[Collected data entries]
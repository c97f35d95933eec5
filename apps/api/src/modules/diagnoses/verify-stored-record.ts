import { verifyRecord } from "@emberladder/diagnosis";
import type { ChainBreak, StoredEvent } from "@emberladder/diagnosis";
import { hashText } from "#modules/sync/hash-text.ts";
import type { EventRow } from "#modules/sync/repository.ts";
import { readStoredEvent } from "#modules/sync/repository.ts";

/**
 * Verifies a record as it lies in the database: the events by their own hashes and both chains, the text of
 * each against its hash and against the columns that lists read, and the end of the record against the head
 * of the diagnosis, so that an event cut off at the end is missed too.
 *
 * @returns the breaks in order of place; none when the record is as it was received
 */
export function verifyStoredRecord(
  rows: readonly EventRow[],
  head: { serverSeq: number; chainHash: string },
): ChainBreak[] {
  const events = rows.map(readStoredEvent);
  const breaks = verifyRecord(events);
  const isKnown = (wanted: ChainBreak) =>
    breaks.some(({ serverSeq, reason }) => serverSeq === wanted.serverSeq && reason === wanted.reason);
  const report = (found: ChainBreak) => {
    if (!isKnown(found)) breaks.push(found);
  };
  rows.forEach((row, index) => {
    const event = events[index];
    if (!event || hashText(row.canonicalText) !== row.hash || !isSame(row, event))
      report({ serverSeq: row.serverSeq, reason: "hash" });
  });
  const last = rows.at(-1);
  if (last?.serverSeq !== head.serverSeq)
    report({ serverSeq: (last?.serverSeq ?? 0) + 1, reason: "server-order" });
  else if (last.chainHash !== head.chainHash) report({ serverSeq: last.serverSeq, reason: "server-chain" });
  return breaks.toSorted((a, b) => a.serverSeq - b.serverSeq);
}

/** Whether the columns beside a text say the same as the text. */
function isSame(row: EventRow, event: StoredEvent): boolean {
  return (
    row.id === event.id &&
    row.diagnosisId === event.diagnosisId &&
    row.deviceId === event.deviceId &&
    row.deviceSeq === event.deviceSeq &&
    row.type === event.type &&
    row.schemaVersion === event.schemaVersion &&
    row.prevHash === event.prevHash
  );
}
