import { defineRoute } from "#http/route.ts";
import type { Route } from "#http/route.ts";
import { eraseNoteOf, listForReview, readDiagnosisDetail, releaseReport } from "./use-cases.ts";

/** Diagnoses for those who read how they were reached. */
export const diagnosisRoutes: Route[] = [
  defineRoute("listDiagnoses", async ({ query }, context) => listForReview(context, query)),
  defineRoute("readDiagnosis", async ({ params }, context) =>
    readDiagnosisDetail(context, params.diagnosisId),
  ),
  defineRoute("releaseDiagnosis", async ({ params, body }, context) =>
    releaseReport(context, params.diagnosisId, body.comment),
  ),
  defineRoute("eraseNote", async ({ params, body }, context) => eraseNoteOf(context, params, body.reason)),
];
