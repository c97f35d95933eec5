import { envelopeSchema, hashMatches, verifyRecord } from "@emberladder/diagnosis";
import type { ChainBreak, StoredEvent } from "@emberladder/diagnosis";

/**
 * Verifies a record as it was stored. The hash of an event covers its envelope alone, so each is judged
 * without what the server added; order and both chains are judged with it.
 */
export function verifyStoredRecord(events: readonly StoredEvent[]): ChainBreak[] {
  const chain = verifyRecord(events).filter(({ reason }) => reason !== "hash");
  const hashes = events
    .filter(({ serverSeq: _s, companyId: _c, actorId: _a, receivedAt: _r, chainHash: _h, ...envelope }) => {
      const parsed = envelopeSchema.safeParse(envelope);
      return !parsed.success || !hashMatches(parsed.data);
    })
    .map(({ serverSeq }): ChainBreak => ({ serverSeq, reason: "hash" }));
  return [...hashes, ...chain].toSorted((a, b) => a.serverSeq - b.serverSeq);
}
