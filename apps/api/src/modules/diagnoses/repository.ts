import { diagnoses, eventFlags } from "@emberladder/db";
import type { Queryable } from "@emberladder/db";
import { and, asc, eq } from "drizzle-orm";

export async function listFlagsOf(db: Queryable, companyId: string, diagnosisId: string) {
  return db
    .select({ eventId: eventFlags.eventId, rule: eventFlags.rule, params: eventFlags.params })
    .from(eventFlags)
    .where(and(eq(eventFlags.companyId, companyId), eq(eventFlags.diagnosisId, diagnosisId)))
    .orderBy(asc(eventFlags.id));
}

/** The head of a diagnosis: how far its record goes, and the chain hash there. */
export async function findHead(db: Queryable, companyId: string, diagnosisId: string) {
  const [row] = await db
    .select({ serverSeq: diagnoses.serverSeq, chainHash: diagnoses.chainHash })
    .from(diagnoses)
    .where(and(eq(diagnoses.companyId, companyId), eq(diagnoses.id, diagnosisId)));
  return row;
}

/** Ends the waiting of a flagged closing; false when it does not wait. */
export async function endWaiting(db: Queryable, companyId: string, diagnosisId: string): Promise<boolean> {
  const [result] = await db
    .update(diagnoses)
    .set({ waitsForRelease: false })
    .where(
      and(
        eq(diagnoses.companyId, companyId),
        eq(diagnoses.id, diagnosisId),
        eq(diagnoses.waitsForRelease, true),
      ),
    );
  return result.affectedRows === 1;
}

__What the task asks__
Among the lines above, find those with the word "const" and list them.

__Solution to this exercise__
  const events = rows.map(readStoredEvent);
  const breaks = verifyRecord(events);
  const isKnown = (wanted: ChainBreak) =>
  const report = (found: ChainBreak) => {
    const event = events[index];
  const last = rows.at(-1);
export const diagnosisRoutes: Route[] = [
  const chain = verifyRecord(events).filter(({ reason }) => reason !== "hash");
  const hashes = events
      const parsed = envelopeSchema.safeParse(envelope);
  const [row] = await db
  const [result] = await db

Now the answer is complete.